MSU Extension provides facilitation assistance to engage citizens in biobanking practices
Extension's statewide presence helps gauge public awareness in NIH-funded project
Dr. Ann Mongoven, Ph.D., Director of Michigan State University’s Center for Ethics and Humanities in the Life Sciences, looked to MSU Extension to help her engage the public on biobanking practices.
Dr. Mongoven is a leading a five-year, National Institutes of Health-funded project to gauge the public awareness and values related to the use of blood samples taken at the time of birth for public health research. The goals of the project are: 1) to develop an improved consent process for the state’s biobank, known as the Michigan BioTrust; 2) improve public education on biobanking practices; and 3) improve citizens oversight of biobanking in Michigan.
Dr. Mongoven knew she would need several focus groups of diverse citizens from all across the state. Since MSU Extension has staff who are embedded in every county in Michigan, it was a great partnership opportunity for both MSU departments. In addition, several MSU Extension educators have specialized training and experience in public policy deliberative processes and meeting facilitation.
“MSU Extension educators were a key asset to the success of our citizen engagement project,” Dr. Mongoven said. “I highly recommend partnering with MSU Extension to other faculty members looking to conduct community-based research.”
The results of the citizen engagement process held last November are still being compiled. Final results will be presented to the Board of the Michigan BioTrust.
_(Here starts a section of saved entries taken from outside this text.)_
using Uncertain.Numerics;

namespace Uncertain.Inference.Compilation.Buckets;

/// <summary>
/// Chances of sets of lists: place a has the chance that the lists whose bits a has contain a term that holds, and the others none.
/// </summary>
internal static class ListSets
{
    /// <summary>A term of one list, given as its bit, that is independent of all that the sets are about.</summary>
    public static void Apply(FourExtended[] sets, Tails<ExtendedDouble> own, int list)
    {
        FourExtended happens = FourExtended.Create(own.True);
        FourExtended fails = FourExtended.Create(own.False);
        for (int set = 0; set < sets.Length; set++)
        {
            if ((set & list) == 0)
            {
                sets[set | list] += sets[set] * happens;
                sets[set] *= fails;
            }
        }
    }

    /// <summary>Independent parts: a list has a term that holds if it has one in either.</summary>
    public static void Multiply(Span<FourExtended> left, ReadOnlySpan<FourExtended> right)
    {
        if (left.Length == 2)
        {
            // What is in the right part does not matter any more once the left one has such a term.
            left[1] += left[0] * right[1];
            left[0] *= right[0];
            return;
        }

        // From the largest set on, so that what is needed of the left is still there.
        for (int set = left.Length - 1; set >= 0; set--)
        {
            FourExtended sum = FourExtended.Zero;
            for (int part = set; ; part = (part - 1) & set)
            {
                // The right part has the rest of the set, and any of this part.
                int rest = set & ~part;
                FourExtended others = right[rest];
                for (int more = part; more > 0; more = (more - 1) & part)
                {
                    others += right[rest | more];
                }

                sum += left[part] * others;
                if (part == 0)
                {
                    break;
                }
            }

            left[set] = sum;
        }
    }
}
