using System.Runtime.CompilerServices;
using System.Runtime.Intrinsics;
using Uncertain.Numerics;

namespace Uncertain.Inference.Compilation.Buckets;

/// <summary>A fixed number of places for extended numbers, read and written four at a time.</summary>
internal sealed class ExtendedColumn(int length)
{
    public const int BytesPerPlace = (2 * sizeof(double)) + sizeof(long);

    private readonly double[] _high = GC.AllocateUninitializedArray<double>(length);
    private readonly double[] _low = GC.AllocateUninitializedArray<double>(length);
    private readonly long[] _exponent = GC.AllocateUninitializedArray<long>(length);

    /// <summary>The numbers at a place and the three behind it.</summary>
    public FourExtended this[int place]
    {
        [MethodImpl(MethodImplOptions.AggressiveInlining)]
        get => new(
            Vector256.Create<double>(_high.AsSpan(place, FourExtended.Count)),
            Vector256.Create<double>(_low.AsSpan(place, FourExtended.Count)),
            Vector256.Create<long>(_exponent.AsSpan(place, FourExtended.Count)));

        [MethodImpl(MethodImplOptions.AggressiveInlining)]
        set
        {
            value.High.CopyTo(_high.AsSpan(place, FourExtended.Count));
            value.Low.CopyTo(_low.AsSpan(place, FourExtended.Count));
            value.Exponent.CopyTo(_exponent.AsSpan(place, FourExtended.Count));
        }
    }

    /// <summary>The numbers at four places.</summary>
    [MethodImpl(MethodImplOptions.AggressiveInlining)]
    public FourExtended Gather(int a, int b, int c, int d) => new(
        Vector256.Create(_high[a], _high[b], _high[c], _high[d]),
        Vector256.Create(_low[a], _low[b], _low[c], _low[d]),
        Vector256.Create(_exponent[a], _exponent[b], _exponent[c], _exponent[d]));

    public void Copy(int from, int to)
    {
        _high[to] = _high[from];
        _low[to] = _low[from];
        _exponent[to] = _exponent[from];
    }
}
Kendra Wills, an MSU Extension educator based in Grand Rapids served as a facilitator of one of the focus groups, which she said provided a great deal of information.
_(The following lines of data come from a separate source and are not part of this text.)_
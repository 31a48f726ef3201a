"""Records against the behaviour of the standard library's frozen dataclasses with slots, which they stand for."""

from __future__ import annotations

import pickle
from dataclasses import dataclass

import pytest

from calcreport.core.record import entity, made, record, replace, state


@record
class Point:
    """A place."""

    x: float
    y: float = 0.0

    @property
    def sum(self) -> float:
        return self.x + self.y


@dataclass(frozen=True, slots=True)
class Standard:
    x: float
    y: float = 0.0


@record
class Other:
    x: float
    y: float = 0.0


@record
class Nothing:
    """A record without fields."""


@record
class Solid(Point):
    """A record that extends another."""

    z: float = 9.0


@entity
class Style:
    size: float


@state
class Tally:
    name: str
    counts: list[int] = made(factory=list)


@pytest.mark.parametrize("values", [(1.0,), (1.0, 2.0)])
def test_fields_are_taken_in_order_with_their_defaults(values: tuple[float, ...]) -> None:
    one, standard = Point(*values), Standard(*values)
    assert (one.x, one.y) == (standard.x, standard.y)
    assert Point(x=1.0, y=2.0) == Point(1.0, 2.0)
    assert one.sum == sum((one.x, one.y))


def test_a_missing_or_unknown_field_is_refused() -> None:
    with pytest.raises(TypeError):
        Point()  # type: ignore[call-arg]
    with pytest.raises(TypeError):
        Point(1.0, z=2.0)  # type: ignore[call-arg]
    with pytest.raises(TypeError):
        replace(Point(1.0), z=2.0)


def test_records_are_equal_by_class_and_value() -> None:
    assert Point(1.0, 2.0) == Point(1.0, 2.0) != Point(1.0, 3.0)
    assert Point(1.0, 2.0) != Other(1.0, 2.0)
    assert len({Point(1.0), Point(1.0), Point(2.0), Other(1.0)}) == 3
    assert Nothing() == Nothing() and hash(Nothing()) == hash(Nothing())


def test_entities_and_states_equal_only_themselves() -> None:
    style, tally = Style(9.0), Tally("a")
    assert style == style != Style(9.0)
    assert tally == tally != Tally("a")
    assert len({style, Style(9.0)}) == 2


def test_values_made_afresh_are_not_shared() -> None:
    one, other = Tally("a"), Tally("b", [7])
    one.counts.append(1)
    assert (one.counts, other.counts, Tally("c").counts) == ([1], [7], [])


def test_replace_changes_what_is_named() -> None:
    assert replace(Point(1.0, 2.0), y=5.0) == Point(1.0, 5.0)


def test_records_have_slots_match_by_place_and_show_themselves() -> None:
    match Point(1.0, 2.0):
        case Point(x, y):
            assert (x, y) == (1.0, 2.0)
    assert not hasattr(Point(1.0), "__dict__")
    assert repr(Point(1.0, 2.0)) == repr(Standard(1.0, 2.0)).replace("Standard", "Point")
    assert Point.__doc__ == "A place."


def test_a_record_may_extend_another() -> None:
    solid = Solid(1.0)
    assert (solid.x, solid.y, solid.z, solid.sum) == (1.0, 0.0, 9.0, 1.0)
    assert Solid(1.0, 2.0, 3.0) == replace(solid, y=2.0, z=3.0) != Point(1.0, 2.0)
    assert not hasattr(solid, "__dict__")


def test_records_go_to_other_processes() -> None:
    assert pickle.loads(pickle.dumps(Point(1.0, 2.0))) == Point(1.0, 2.0)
“Biobanking is a topic not many citizens are familiar with, but after two and a half days of presentations and discussions, I think focus group participants provided very valuable information for public health professionals,” she said.
Educators from MSU Extension who facilitated the citizen engagement process were: Claire Layman, Julie Pioch, James Ribbron, Brian Wibby, Kendra Wills, and Richard Wooten.